PROBLEM:
Write out the lines from the top of the material through the line with "1, uncertainty: 1e-3", exactly and with nothing added.
--------------------
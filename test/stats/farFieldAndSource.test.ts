import { describe, expect, it } from "vitest";
import { farFieldValidity } from "../../src/api/farField.js";
import { coherenceScanProfile, sourceSize } from "../../src/stats/index.js";
import { fakeFit } from "./fakeFit.js";
import { expectClose } from "./python.js";

describe("farFieldValidity", () => {
  const geometry = { amplitude: 1, center: 0, separation: 0.5e-3, width: 0.1e-3, wavelength: 632.8e-9, distance: 1 };
  it("farFieldValidity(fit) computes a²/(λL) with its uncertainty and passes a far-field bench", () => {
    const fit = fakeFit({ modelId: "two-slit", free: ["amplitude", "width"], values: geometry, uncertainty: { width: 1e-6 }, logLikelihood: 0, chi2: 1, n: 10 });
    const check = farFieldValidity(fit, { distance: { value: 1, uncertainty: 1e-3 } });
    // By hand: (1e-4)²/(632.8e-9 · 1) = 0.015803; relative u = 2 u_a/a ⊕ u_L/L = 0.02 ⊕ 0.001.
    expectClose(check.fresnelNumber.value, 1e-8 / 632.8e-9, 1e-12, "N_F");
    expectClose(check.fresnelNumber.uncertainty / check.fresnelNumber.value, Math.hypot(0.02, 1e-3), 1e-6, "u(N_F)");
    expect(check.valid).toBe(true);
    expect(check.warning).toBeUndefined();
  });
  it("farFieldValidity(fit) warns when a far-field model is used at Fresnel number ≈ 3", () => {
    const near = { ...geometry, width: 0.44e-3, separation: 1e-3, distance: 0.1 };
    const fit = fakeFit({ modelId: "two-slit", free: ["amplitude"], values: near, logLikelihood: 0, chi2: 1, n: 10 });
    const check = farFieldValidity(fit);
    expect(check.fresnelNumber.value).toBeGreaterThan(2.9);
    expect(check.valid).toBe(false);
    expect(check.warning).toMatch(/two-slit is a far-field model used outside its range .*fit "two-slit-fresnel" instead/);
    // Distance where both numbers reach 0.1, by hand: max(a², d·a)/(0.1 λ) = 4.4e-7/6.328e-8 = 6.95 m.
    expect(check.warning).toMatch(/or move the detector to at least 7\.0 m$/);
    const nearModel = farFieldValidity({ ...fit, modelId: "two-slit-fresnel" });
    expect(nearModel.warning).toBeUndefined();
    // the source-size models are two-slit far-field patterns too
    for (const modelId of ["two-slit-disc-source", "two-slit-gaussian-source"]) {
      expect(farFieldValidity({ ...fit, modelId }).warning).toMatch(new RegExp(`^${modelId} is a far-field model used outside its range`));
    }
  });
});

describe("farFieldValidity(broadband fit in the near field)", () => {
  it("farFieldValidity(fit) never sends a fit with bandwidth or partial coherence to the monochromatic near-field model", () => {
    const near = { amplitude: 1, center: 0, separation: 1e-3, width: 0.44e-3, wavelength: 590e-9, distance: 0.1, visibility: 0.7, bandwidth: 15e-9 };
    const fit = fakeFit({ modelId: "two-slit-broadband", free: ["amplitude", "visibility", "bandwidth"], values: near, uncertainty: { visibility: 0.01, bandwidth: 1e-9 }, logLikelihood: 0, chi2: 1, n: 10 });
    const check = farFieldValidity(fit);
    expect(check.warning).not.toMatch(/fit "two-slit-fresnel" instead/);
    expect(check.warning).toMatch(/"two-slit-fresnel" has no visibility below 1 \(partial coherence\) or spectral bandwidth, which this fit needs, so no built-in model covers these data: move the detector/);
    // A bandwidth fitted as 0 ± 1 nm and visibility 1 need nothing the near-field model lacks.
    const neutral = fakeFit({ modelId: "two-slit-broadband", free: ["amplitude", "visibility", "bandwidth"], values: { ...near, visibility: 1, bandwidth: 0.5e-9 }, uncertainty: { visibility: 0.01, bandwidth: 1e-9 }, logLikelihood: 0, chi2: 1, n: 10 });
    expect(farFieldValidity(neutral).warning).toMatch(/fit "two-slit-fresnel" instead/);
  });
});

describe("sourceSize", () => {
  const values = { visibility: 0.95, diameter: 1e-3, sourceDistance: 2, wavelength: 550e-9 };
  const fit = fakeFit({ modelId: "coherence-disc", free: ["visibility", "diameter"], values, uncertainty: { visibility: 0.01, diameter: 2e-5 }, logLikelihood: 0, chi2: 8, n: 10 });
  it("sourceSize(fit, calibration) scales D with the calibrated λR and adds their uncertainties", () => {
    const r = sourceSize(fit, { sourceDistance: { value: 2.02, uncertainty: 0.01 }, wavelength: { value: 550e-9, uncertainty: 0 } });
    // By hand: D = 1 mm × 2.02/2; relative u = 0.02 ⊕ 0.01/2.02.
    expectClose(r.size.value, 1.01e-3, 1e-12, "D");
    expectClose(r.size.uncertainty / r.size.value, Math.hypot(0.02, 0.01 / 2.02), 1e-6, "u(D)");
    expect(r.size.unit).toBe("m");
    // 95 % interval with t_{0.975}(8) = 2.306 (A&S Table 26.10).
    expectClose((r.interval[1] - r.interval[0]) / (2 * r.size.uncertainty), 2.306004, 1e-6, "t factor");
    expectClose(r.angularSize.value, 1.01e-3 / 2.02, 1e-12, "angular");
  });
  it("sourceSize(fit) refuses other models and a fixed size", () => {
    expect(() => sourceSize({ ...fit, modelId: "two-slit" })).toThrow(/coherence-disc/);
    expect(() => sourceSize({ ...fit, freeNames: ["visibility"] })).toThrow(/diameter fixed/);
  });
  it("coherenceScanProfile(d, V, u) sorts by separation and validates", () => {
    const p = coherenceScanProfile([3e-4, 1e-4, 2e-4], [0.5, 0.9, 0.7], [0.02, 0.01, 0.03]);
    expect(Array.from(p.x)).toEqual([1e-4, 2e-4, 3e-4]);
    expect(Array.from(p.y)).toEqual([0.9, 0.7, 0.5]);
    expect(Array.from(p.sigma!)).toEqual([0.01, 0.03, 0.02]);
    expect(() => coherenceScanProfile([1e-4, 1e-4, 2e-4], [0.5, 0.5, 0.4], [0.1, 0.1, 0.1])).toThrow(/distinct separations/);
    expect(() => coherenceScanProfile([1e-4, 2e-4, 3e-4], [0.5, 0.5, 0.4], [0.1, 0, 0.1])).toThrow(/uncertainties\[1\]/);
  });
});
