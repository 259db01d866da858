/**
 * Size limits: a file above them is refused before it is parsed, so a huge or hostile file
 * cannot exhaust memory silently. The command line checks the size before reading the file.
 */
import { DataError } from "../errors.js";

/** Largest text table read (bytes): 64 MiB, about 3 million rows of three columns. */
export const MAX_TABLE_BYTES = 64 * 1024 * 1024;
/** Largest image file read (bytes): 512 MiB, e.g. a stack of 60 frames of 2048² 16-bit pixels. */
export const MAX_IMAGE_BYTES = 512 * 1024 * 1024;
/** Largest decoded image (pixels over all pages): 2²⁸ ≈ 268 million, about 2 GiB as float64. */
export const MAX_IMAGE_PIXELS = 2 ** 28;
/**
 * Largest decoded sample data of an image (bytes over all pages: pixels × channels × bytes per
 * sample): 512 MiB, e.g. 60 frames of 2048² 16-bit grey or one 16384² 16-bit grey frame. It
 * bounds the memory of decoding (README, "Limits and security") and the work of inflating.
 */
export const MAX_DECODED_IMAGE_BYTES = 512 * 1024 * 1024;
/** Slack allowed past the inflated size a header implies (bytes): trailing padding some writers add. */
export const INFLATE_SLACK_BYTES = 64 * 1024;
/** Largest number of data rows in a table. */
export const MAX_TABLE_ROWS = 5_000_000;

/**
 * Throws a DataError when a file is larger than the limit of its kind.
 * @param byteLength file size (bytes)
 * @param source     file name for the message
 * @param kind       "table" or "image"
 */
export function checkFileSize(byteLength: number, source: string, kind: "table" | "image"): void {
  const limit = kind === "table" ? MAX_TABLE_BYTES : MAX_IMAGE_BYTES;
  if (byteLength > limit) {
    throw new DataError(
      source,
      `the file is ${formatBytes(byteLength)}, above the ${formatBytes(limit)} limit for ${kind === "table" ? "text tables" : "images"}`,
      kind === "table" ? "split it into smaller files or keep only the rows of one profile" : "crop or split the stack into smaller files",
    );
  }
}

/** "12.3 MiB" style size text of a size given in bytes. */
export function formatBytes(bytes: number): string {
  if (bytes < 1024) return `${bytes} bytes`;
  const units = ["KiB", "MiB", "GiB", "TiB"];
  let value = bytes / 1024;
  let index = 0;
  while (value >= 1024 && index < units.length - 1) {
    value /= 1024;
    index++;
  }
  return `${value.toFixed(value < 10 ? 1 : 0)} ${units[index]}`;
}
--------------------
TASK RESPONSE:
filename test/stats/farFieldAndSource.test.ts
import { describe, expect, it } from "vitest";
import { farFieldValidity } from "../../src/api/farField.js";
import { coherenceScanProfile, sourceSize } from "../../src/stats/index.js";
import { fakeFit } from "./fakeFit.js";
import { expectClose } from "./python.js";

describe("farFieldValidity", () => {
  const geometry = { amplitude: 1, center: 0, separation: 0.5e-3, width: 0.1e-3, wavelength: 632.8e-9, distance: 1 };
  it("farFieldValidity(fit) computes a²/(λL) with its uncertainty and passes a far-field bench", () => {
    const fit = fakeFit({ modelId: "two-slit", free: ["amplitude", "width"], values: geometry, uncertainty: { width: 1e-6 }, logLikelihood: 0, chi2: 1, n: 10 });
    const check = farFieldValidity(fit, { distance: { value: 1, uncertainty: 1e-3 } });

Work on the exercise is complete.